# buhay pa yung kapatid ko!!



## jospalato

Can you please help me with the translation with this. Someone wrote this under the facebook picture of my friend. 

"intimate?! ayos ha! eto ba yung bagong asawa ng kapatid nyo?... close na close agad! wow! ...buhay pa yung kapatid ko!!"


----------



## DotterKat

(_They're already_) intimate? (_Isn't that_) great! Is this the new spouse of your sibling? And they're so close to each other already! Wow! My sibling is still alive!

[As you may know, *kapatid *is a gender neutral noun in Tagalog. The angry and sarcastic message above is directed to the writer's sibling's previous in-laws, expressing frustration that the previous husband / wife has moved on so quickly to another intimate relationship so soon after breaking up with the writer's sibling. An interesting note at the end about the sibling still being alive makes me wonder whether that person is somehow incapacitated and was left behind at a great time of need --- just a speculation.]


----------



## jospalato

Thank you very much for you answer. Everything you said is correct. 

Can you explain me better this KAPATID please? Because I didnt get a point. And what makes you think that the person is incapacited and in a need?


----------



## DotterKat

_*Kapatid*_ is just as gender-neutral as the English _*sibling*_, that is, it can refer to either a _brother or a sister_. However, in English it would sound odd if _sibling _is used instead of the more specific brother or sister when both parties in the conversation know exactly who is being discussed. For instance, your text would be odd in English:
"...is this the new husband of your sibling? ...... my sibling is still alive!" That sentence would more likely be said as "....is this the new husband of your sister?....my brother is still alive!" In Tagalog, however, this does not sound odd at all, and even if both parties know who is being discussed they may still resort to gender neutral nouns and pronouns (*kapatid* - sibling, *siya *- pronoun which can stand for either a man or woman, *kasintahan* - noun for either boyfriend or girlfriend or simply sweetheart, etc.). You will encounter a number of these gender neutral words in Tagalog. A caveat would be if the sibling being discussed is older than the speaker in which case the gender specific words *ate* (sister) or *kuya* (brother) could have been used.

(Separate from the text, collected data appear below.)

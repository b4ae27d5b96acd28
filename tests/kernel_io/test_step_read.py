"""Reading STEP: closed forms, units, choice of a solid, assemblies, and every kind of bad file."""

from __future__ import annotations

import math
import os
from pathlib import Path

import pytest
from OCP.BRep import BRep_Builder
from OCP.BRepBuilderAPI import (
    BRepBuilderAPI_MakePolygon,
    BRepBuilderAPI_MakeSolid,
    BRepBuilderAPI_RightCorner,
    BRepBuilderAPI_Transform,
)
from OCP.BRepOffsetAPI import BRepOffsetAPI_MakePipeShell
from OCP.BRepPrimAPI import (
    BRepPrimAPI_MakeBox,
    BRepPrimAPI_MakeCone,
    BRepPrimAPI_MakeCylinder,
    BRepPrimAPI_MakeSphere,
)
from OCP.gp import gp_Ax1, gp_Dir, gp_Pnt, gp_Trsf, gp_Vec
from OCP.Interface import Interface_Static
from OCP.STEPControl import STEPControl_AsIs, STEPControl_Writer
from OCP.TopAbs import TopAbs_EDGE
from OCP.TopLoc import TopLoc_Location
from OCP.TopoDS import TopoDS_Shell, TopoDS_Solid

from moldgen.canon import sha256_bytes
from moldgen.errors import PartError
from moldgen.kernel.measure import area, bounding_box, centroid, is_valid, volume
from moldgen.kernel.quiet import quiet
from moldgen.kernel.step_read import read_step
from moldgen.kernel.step_write import Looks, StepExport
from moldgen.kernel.topology import compound_of, explore, faces_of
from moldgen.model.tool import Component, Motion, Role


def block(x: float = 10, y: float = 20, z: float = 30, at: tuple[float, float, float] = (0, 0, 0)):
    return BRepPrimAPI_MakeBox(gp_Pnt(*at), x, y, z).Solid()


def write_raw(shape, path: Path, *, unit: str = "MM", schema: int = 4, assembly: int = 2) -> Path:
    """Write with the kernel's plain writer: files as other programs make them, not as our own writer does."""
    with quiet():
        STEPControl_Writer()  # the settings exist only once a writer was made
        Interface_Static.SetCVal_s("write.step.unit", unit)
        Interface_Static.SetIVal_s("write.step.schema", schema)
        Interface_Static.SetIVal_s("write.step.assembly", assembly)
        writer = STEPControl_Writer()
        writer.Transfer(shape, STEPControl_AsIs)
        writer.Write(str(path))
        Interface_Static.SetCVal_s("write.step.unit", "MM")
        Interface_Static.SetIVal_s("write.step.schema", 4)
        Interface_Static.SetIVal_s("write.step.assembly", 2)
    return path


def shell_of(faces) -> TopoDS_Shell:
    builder, shell = BRep_Builder(), TopoDS_Shell()
    builder.MakeShell(shell)
    for face in faces:
        builder.Add(shell, face)
    return shell


def raw_solid(*shells) -> TopoDS_Solid:
    builder, solid = BRep_Builder(), TopoDS_Solid()
    builder.MakeSolid(solid)
    for shell in shells:
        builder.Add(solid, shell)
    return solid


# --- closed forms ---------------------------------------------------------------------------------------------------
@pytest.mark.parametrize(
    ("shape", "expected_volume", "expected_area", "expected_centre"),
    [
        (block(), 6000.0, 2200.0, (5.0, 10.0, 15.0)),
        (BRepPrimAPI_MakeCylinder(5, 20).Solid(), math.pi * 500, math.pi * 250, (0, 0, 10)),
        (
            BRepPrimAPI_MakeCone(6, 3, 12).Solid(),
            math.pi * 12 / 3 * (36 + 18 + 9),
            math.pi * (36 + 9 + 9 * math.hypot(12, 3)),
            (0, 0, 12 / 4 * (36 + 2 * 18 + 3 * 9) / (36 + 18 + 9)),
        ),
        (BRepPrimAPI_MakeSphere(7).Solid(), 4 / 3 * math.pi * 343, 4 * math.pi * 49, (0, 0, 0)),
    ],
    ids=["block", "cylinder", "frustum", "sphere"],
)
def test_volume_area_and_centroid_are_the_closed_forms(
    tmp_path, shape, expected_volume, expected_area, expected_centre
):
    read = read_step(write_raw(shape, tmp_path / "part.step"))
    assert read.volume_mm3 == pytest.approx(expected_volume, rel=1e-6)
    assert volume(read.solid) == pytest.approx(expected_volume, rel=1e-6)
    assert area(read.solid) == pytest.approx(expected_area, rel=1e-6)
    assert centroid(read.solid) == pytest.approx(expected_centre, abs=1e-5)
    assert read.healed == ()


@pytest.mark.parametrize(("schema", "name"), [(3, "AP203"), (4, "AP214"), (5, "AP242")])
def test_the_three_schemas_are_read_and_named(tmp_path, schema, name):
    read = read_step(write_raw(block(), tmp_path / "part.step", schema=schema))
    assert (read.schema, read.volume_mm3) == (name, pytest.approx(6000.0))


@pytest.mark.parametrize(
    ("unit", "name"), [("INCH", "inch"), ("M", "metre"), ("CM", "centimetre")], ids=["inch", "metre", "centimetre"]
)
def test_any_length_unit_gives_millimetres(tmp_path, unit, name):
    path = write_raw(block(25.4, 50.8, 76.2), tmp_path / "part.step", unit=unit)
    text = path.read_text()
    assert unit != "INCH" or ("'INCH'" in text and "(1.,2.,3.)" in text)  # the file itself counts in inches
    read = read_step(path)
    assert read.volume_mm3 == pytest.approx(25.4 * 50.8 * 76.2, rel=1e-9)
    assert bounding_box(read.solid)[1] == pytest.approx([25.4, 50.8, 76.2], abs=1e-5)
    assert name in read.unit


def test_the_hash_is_that_of_the_file(tmp_path):
    path = write_raw(block(), tmp_path / "part.step")
    assert read_step(path).sha256 == sha256_bytes(path.read_bytes())


def test_nothing_is_printed(tmp_path, capfd):
    text = write_raw(block(), tmp_path / "part.step").read_text()
    read_step(tmp_path / "part.step")
    (tmp_path / "bad.step").write_text(text.replace("MANIFOLD_SOLID_BREP", "MANIFOLD_SOLID_BRIP"))
    with pytest.raises(PartError):
        read_step(tmp_path / "bad.step")
    assert capfd.readouterr() == ("", "")


# --- one of several -------------------------------------------------------------------------------------------------
@pytest.fixture
def assembly(tmp_path) -> Path:
    """Two products: a lid of 6 mm^3, and a post of 24 mm^3 that stands at two places."""
    lid = Component("lid", Role.PART, block(1, 2, 3), "ABS", Motion.PART)
    post = Component("Post", Role.CORE_PIN, block(2, 3, 4), "", Motion.PART, ((10, 0, 0), (0, 50, 7)))
    StepExport([lid, post], Looks({})).write_assembly(tmp_path / "two.step")
    return tmp_path / "two.step"


def test_several_solids_and_no_choice_are_listed(assembly):
    with pytest.raises(PartError) as caught:
        read_step(assembly)
    assert "3 solids: 1 lid (6 mm^3), 2 Post (24 mm^3), 3 Post (24 mm^3)" in caught.value.what
    assert "solid: 1" in caught.value.remedy


def test_a_solid_is_chosen_by_number_or_name(assembly):
    assert read_step(assembly, 1).volume_mm3 == pytest.approx(6)
    by_name = read_step(assembly, "LID")
    assert (by_name.name, by_name.volume_mm3) == ("lid", pytest.approx(6))
    assert [(s.number, s.name) for s in by_name.solids] == [(1, "lid"), (2, "Post"), (3, "Post")]


def test_positions_in_the_assembly_are_applied(assembly):
    low, high = bounding_box(read_step(assembly, 3).solid)
    assert low == pytest.approx([0, 50, 7], abs=1e-6)
    assert high == pytest.approx([2, 53, 11], abs=1e-6)
    assert read_step(assembly, 3).solid.Location().IsIdentity()


@pytest.mark.parametrize(("choice", "words"), [(4, "no solid 4"), ("base", "no solid 'base'"), ("Post", "2 solids")])
def test_a_choice_that_names_no_single_solid_is_refused_with_the_list(assembly, choice, words):
    with pytest.raises(PartError, match=words) as caught:
        read_step(assembly, choice)
    assert "1 lid (6 mm^3)" in caught.value.what


def test_solids_of_one_product_are_named_by_their_own_entity(tmp_path):
    path = write_raw(compound_of([block(), block(1, 1, 1, at=(50, 0, 0))]), tmp_path / "two.step", assembly=0)
    first, second = path.read_text().split("MANIFOLD_SOLID_BREP(''", 1)
    text = (
        first + "MANIFOLD_SOLID_BREP('shell'" + second.replace("MANIFOLD_SOLID_BREP(''", "MANIFOLD_SOLID_BREP('knob'")
    )
    path.write_text(text)
    assert read_step(path, "knob").volume_mm3 == pytest.approx(1)


def test_a_rotated_occurrence_keeps_its_volume_and_moves(tmp_path):
    turn = gp_Trsf()
    turn.SetRotation(gp_Ax1(gp_Pnt(0, 0, 0), gp_Dir(0, 0, 1)), math.pi / 2)
    turn.SetTranslationPart(gp_Vec(100, 0, 0))
    moved = compound_of([block().Located(TopLoc_Location(turn)), block()])
    read = read_step(write_raw(moved, tmp_path / "two.step", assembly=1), 1)
    assert read.volume_mm3 == pytest.approx(6000)
    assert bounding_box(read.solid)[0] == pytest.approx([80, 0, 0], abs=1e-5)


# --- files that are no part -----------------------------------------------------------------------------------------
def refused(path: Path, words: str) -> PartError:
    with pytest.raises(PartError, match=words) as caught:
        read_step(path)
    assert str(path) in caught.value.where
    assert caught.value.remedy
    return caught.value


def test_missing_file(tmp_path):
    refused(tmp_path / "none.step", "no such file")


def test_a_folder(tmp_path):
    refused(tmp_path, "a folder")


@pytest.mark.parametrize("content", [b"", b" \n\n"])
def test_empty_file(tmp_path, content):
    (tmp_path / "part.step").write_bytes(content)
    refused(tmp_path / "part.step", "empty")


@pytest.mark.skipif(os.geteuid() == 0, reason="root may read everything")
def test_unreadable_file(tmp_path):
    path = write_raw(block(), tmp_path / "part.step")
    path.chmod(0)
    refused(path, "cannot be read")


@pytest.mark.parametrize(
    ("content", "words"),
    [
        (b"solid lid\nfacet normal 0 0 1\n", "STL"),
        (b"PK\x03\x04....", "zip"),
        (b"version https://git-lfs.github.com/spec/v1\n", "git lfs pull"),
        (b"\xef\xbb\xbfISO-10303-21;\n", "byte order mark"),
        (bytes(range(256)), "not a STEP file"),
    ],
)
def test_not_step(tmp_path, content, words):
    (tmp_path / "part.step").write_bytes(content)
    refused(tmp_path / "part.step", words)


@pytest.mark.parametrize("share", [0.1, 0.5, 0.99])
def test_truncated(tmp_path, share):
    data = write_raw(block(), tmp_path / "part.step").read_bytes()
    (tmp_path / "part.step").write_bytes(data[: int(share * len(data))])
    refused(tmp_path / "part.step", "cut short")


def test_damaged_inside_though_the_end_is_there(tmp_path):
    data = write_raw(block(), tmp_path / "part.step").read_bytes()
    (tmp_path / "part.step").write_bytes(data[: len(data) // 2] + b"\nENDSEC;\nEND-ISO-10303-21;\n")
    with pytest.raises(PartError):
        read_step(tmp_path / "part.step")


def test_comments_around_the_data_are_fine(tmp_path):
    data = write_raw(block(), tmp_path / "part.step").read_bytes()
    (tmp_path / "part.step").write_bytes(b"/* from the old CAD */\n" + data + b"\n/* end */\n")
    assert read_step(tmp_path / "part.step").volume_mm3 == pytest.approx(6000)


def test_no_solid_and_no_surface(tmp_path):
    edge = explore(block(), TopAbs_EDGE)[0]
    refused(write_raw(edge, tmp_path / "part.step"), "neither solids nor surfaces")


def test_an_open_shell_is_refused_with_its_open_edges(tmp_path):
    # Five sides of a block 10 x 20 x 30: the lid at z = 30 is missing, so its four edges are open.
    sides = [f for f in faces_of(block()) if centroid_z(f) < 29.9]
    error = refused(write_raw(shell_of(sides), tmp_path / "part.step"), "4 open edges")
    for place in ("0.000, 10.000, 30.000", "10.000, 10.000, 30.000", "5.000, 0.000, 30.000", "5.000, 20.000, 30.000"):
        assert place in error.what


def centroid_z(face) -> float:
    low, high = bounding_box(face)
    return float(low[2] + high[2]) / 2


def test_loose_faces_that_close_are_sewn_and_reported(tmp_path):
    # Six faces that share no edge, one of them 0.005 mm off: within the gaps that sewing may close.
    off = gp_Trsf()
    off.SetTranslation(gp_Vec(0, 0, 0.005))
    faces = [
        BRepBuilderAPI_Transform(f, off if centroid_z(f) > 29.9 else gp_Trsf(), True).Shape() for f in faces_of(block())
    ]
    read = read_step(write_raw(compound_of(faces), tmp_path / "part.step"))
    assert read.volume_mm3 == pytest.approx(6000, rel=2e-4)
    assert "sewing" in read.healed[0].what
    assert read.healed[0].count == 6


def test_an_inside_out_solid_is_turned(tmp_path):
    inside_out = raw_solid(shell_of([f.Reversed() for f in faces_of(block())]))
    assert volume(inside_out) == pytest.approx(-6000)
    read = read_step(write_raw(inside_out, tmp_path / "part.step"))
    assert read.volume_mm3 == pytest.approx(6000)


def test_a_hollow_space_is_refused_with_its_place_and_volume(tmp_path):
    outer, inner = block(20, 20, 20), block(2, 3, 4, at=(8, 8, 8))
    hollow = BRepBuilderAPI_MakeSolid(
        shell_of(faces_of(outer)), shell_of([f.Reversed() for f in faces_of(inner)])
    ).Solid()
    error = refused(write_raw(hollow, tmp_path / "part.step"), "of 24 mm")
    assert "9.000, 9.500, 10.000" in error.where


def test_a_negligible_hollow_space_is_filled_and_reported(tmp_path):
    outer, inner = block(20, 20, 20), block(1, 1, 1, at=(8, 8, 8))
    hollow = BRepBuilderAPI_MakeSolid(
        shell_of(faces_of(outer)), shell_of([f.Reversed() for f in faces_of(inner)])
    ).Solid()
    read = read_step(write_raw(hollow, tmp_path / "part.step"))
    assert read.volume_mm3 == pytest.approx(8000)
    assert [(n.count, n.volume_change_mm3) for n in read.healed] == [(1, pytest.approx(1.0))]


@pytest.mark.parametrize("corner", [(50, 0, 0), (5, 5, 10)], ids=["apart", "overlapping"])
def test_a_solid_of_two_bodies_is_refused(tmp_path, corner):
    two = raw_solid(shell_of(faces_of(block())), shell_of(faces_of(block(10, 10, 10, at=corner))))
    refused(write_raw(two, tmp_path / "part.step"), "2 (bodies that are not joined|solids)")


def test_a_solid_that_passes_through_itself_is_refused_with_the_place(tmp_path):
    # A square bar 4 x 4 along a path that crosses itself at 20, 0, 0; the kernel finds nothing wrong with it.
    path = BRepBuilderAPI_MakePolygon()
    for x, y in ((0, 0), (40, 0), (40, 20), (20, 20), (20, -20)):
        path.Add(gp_Pnt(x, y, 0))
    section = BRepBuilderAPI_MakePolygon(gp_Pnt(0, -2, -2), gp_Pnt(0, 2, -2), gp_Pnt(0, 2, 2), gp_Pnt(0, -2, 2), True)
    sweep = BRepOffsetAPI_MakePipeShell(path.Wire())
    sweep.SetTransitionMode(BRepBuilderAPI_RightCorner)
    sweep.Add(section.Wire())
    sweep.Build()
    sweep.MakeSolid()
    assert is_valid(sweep.Shape())
    error = refused(write_raw(sweep.Shape(), tmp_path / "part.step"), "passes through itself")
    x, y, z = (float(v) for v in error.where.rpartition(": ")[2].split(","))
    assert max(abs(x - 20), abs(y), abs(z)) <= 2.01


@pytest.mark.parametrize(("side", "words"), [(0.1, "too small: 0.1 mm.*0.5 mm"), (3000, "too large: 3000 mm.*2500 mm")])
def test_parts_of_a_tenth_of_a_millimetre_and_of_three_metres(tmp_path, side, words):
    refused(write_raw(block(side, side, side), tmp_path / "part.step"), words)


@pytest.mark.parametrize("side", [0.51, 2490])
def test_parts_just_inside_the_limits_are_read(tmp_path, side):
    assert read_step(write_raw(block(side, side, side), tmp_path / "part.step")).volume_mm3 == pytest.approx(side**3)


def test_a_ball_is_measured_by_its_surface_not_its_vertices(tmp_path):
    # A ball of radius 0.3 has both its vertices on the axis, 0.6 mm apart; one of 0.2 is too small.
    assert read_step(write_raw(BRepPrimAPI_MakeSphere(0.3).Solid(), tmp_path / "a.step")).volume_mm3 > 0
    refused(write_raw(BRepPrimAPI_MakeSphere(0.2).Solid(), tmp_path / "b.step"), "too small")


def test_real_parts_are_read(real_parts):
    # One file of each schema, one with references to entities that it does not contain.
    adapter = read_step(real_parts / "adapter_cup.step")
    assert adapter.schema == "AP214"
    arm = read_step(real_parts / "arm_link.step", find_crossings=False)
    assert arm.healed[0].count == 16
    assert "does not contain" in arm.healed[0].what
    assert read_step(real_parts / "cross_gimbal.step").unit == "metre"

Still, the use of _kapatid_ is entirely appropriate for the sentence but since I do not know the genders of the people being discussed, I just used the neutral _sibling_.

As for my (pure) speculation that the person who got left is somehow incapacitated, I base it on the outraged tone of the writer and his insistence that the brother (let's just assume for discussion's sake that it's a brother) is indeed still alive. Although the writer specified "...is this the new husband of your sister?...." implying that his brother and the brother's former wife are already legally divorced, that may not be the case. The "former" wife and a new boyfriend may simply be living together as though they were husband and wife without the legality of marriage. The only other way for the "former" wife to be unmarried (besides divorce) would be if she becomes a widow (if the writer's brother dies) --- and thus the writer's insistence that his brother is "still alive!" with the subtext that the "former" wife cannot therefore be legally married yet (because she would be guilty of bigamy). Then, I further speculated that this brother must be somehow ill or incapacitated because of the writer's very indignant tone in saying "...*buhay pa* ang kapatid ko!" (...he is *still alive*! / he is *still very much alive!*). In my own (wild) imagination, this could mean that perhaps the brother is very ill, has been very ill, or even was near death at one point but has recently made a recovery and therefore _still very much alive_ and still very much the legitimate husband of his "former" wife, notwithstanding the fact that the wife has actually left him for another man during a time when he was ill, incapacitated or otherwise unable to pursue her.
Then again, as I have pointed out, all of the above (except for the translation) is pure speculation on my part. The writer in me may be teasing out a plot line where none exists!


----------



## jospalato

Thank you very much for explaining "kapatid". Now i fully understand.

And even your speculation are 100% complete right except the fact that the ex wasn't ill at all. Maybe the writter was just angry. 

Thank you.


----------